__What you will do__.
Gather all lines in the entries that include the word "list".

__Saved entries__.
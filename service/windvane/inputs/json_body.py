"""JSON from outside: how deep it may nest, and the decoder for bodies without a typed shape.

Decoders and encoders recurse, each with its own limit: the standard library and msgspec
stop at the interpreter's recursion limit with a ``RecursionError``, orjson refuses to
decode past 1024 levels and to encode past 254, pydantic refuses to serialise past its
own. A body nested between two of those limits would pass one step and crash the next,
so every untyped body is held to ``MAX_DEPTH`` here, well below all of them and far
above any real document (a BidRequest nests about six levels, a snapshot five).

The lookup body is the exception: its typed msgspec decoder keeps nothing deeper than
its own fixed shape and skips unknown fields in C, so the hot path pays for no walk;
``rtb_objects.decode_checked`` turns the ``RecursionError`` of a body too deep to skip
into the same refusal.

orjson and msgspec also refuse invalid UTF-8 and lone surrogates (``"\\udfff"``) while
decoding; ``text_problem`` finds them in what the standard library let through.
"""

from __future__ import annotations

from typing import Any

import orjson

from windvane.errors import InputError

MAX_DEPTH = 64
DEPTH_REASON = f"is nested deeper than {MAX_DEPTH} levels"
SURROGATE_REASON = "is not valid Unicode: it holds a lone surrogate such as \\udfff"


def loads(
    body: bytes, error: type[InputError], not_json: str = "the body is not valid JSON"
) -> Any:
    """Decode a body with orjson, or raise ``error(field, reason)`` for bad or too deep JSON."""
    try:
        value = orjson.loads(body)
    except orjson.JSONDecodeError as exc:
        raise error("", f"{not_json} ({exc})") from None
    field = depth_problem(value)
    if field is not None:
        raise error(field, DEPTH_REASON)
    return value


def depth_problem(value: object) -> str | None:
    """The member of ``value`` (its key, or ``[i]``) that makes ``value`` nest deeper than
    ``MAX_DEPTH``, or None.

    Level by level without recursion, so a deep document costs no stack and a wide one a
    single pass; members are named only once ``value`` is known to be too deep.
    """
    if not deeper_than(value, MAX_DEPTH):
        return None
    if isinstance(value, dict):
        named = [(str(key), member) for key, member in value.items()]
    elif isinstance(value, list):
        named = [(f"[{i}]", member) for i, member in enumerate(value)]
    else:
        return None
    return next(name for name, member in named if deeper_than(member, MAX_DEPTH - 1))


def deeper_than(value: object, levels: int) -> bool:
    """Whether ``value`` nests more than ``levels`` levels: one pass over its containers."""
    level = [value] if isinstance(value, _CONTAINERS) else []
    for _ in range(levels):
        if not level:
            return False
        level = [
            member
            for item in level
            for member in (item.values() if isinstance(item, dict) else item)
            if isinstance(member, _CONTAINERS)
        ]
    return bool(level)


_CONTAINERS = (dict, list)


def text_problem(value: object) -> str | None:
    """The dotted path of the first key or string in ``value`` that cannot be encoded as
    UTF-8 (a lone surrogate), "" for ``value`` itself; None when every one can. A bad key
    appears in the path escaped.

    Only the standard library's decoder lets such strings through; call this after
    ``depth_problem`` so that the walk is bounded.
    """
    stack: list[tuple[str, object]] = [("", value)]
    while stack:
        path, item = stack.pop()
        if isinstance(item, str):
            if not _encodes(item):
                return path
        elif isinstance(item, dict):
            for key, child in reversed(item.items()):
                where = f"{path}.{printable(key)}" if path else printable(key)
                if not _encodes(key):
                    return where
                stack.append((where, child))
        elif isinstance(item, list):
            stack.extend((f"{path}[{i}]", child) for i, child in reversed(list(enumerate(item))))
    return None


def printable(text: str) -> str:
    """``text`` with any lone surrogate written as its escape, so that it can be answered."""
    return text if _encodes(text) else text.encode("utf-8", "backslashreplace").decode()


def _encodes(text: str) -> bool:
    if text.isascii():
        return True
    try:
        text.encode()
    except UnicodeEncodeError:
        return False
    return True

__Answer to this problem__.
    elif isinstance(value, list):
_CONTAINERS = (dict, list)
    stack: list[tuple[str, object]] = [("", value)]
        elif isinstance(item, list):
            stack.extend((f"{path}[{i}]", child) for i, child in reversed(list(enumerate(item))))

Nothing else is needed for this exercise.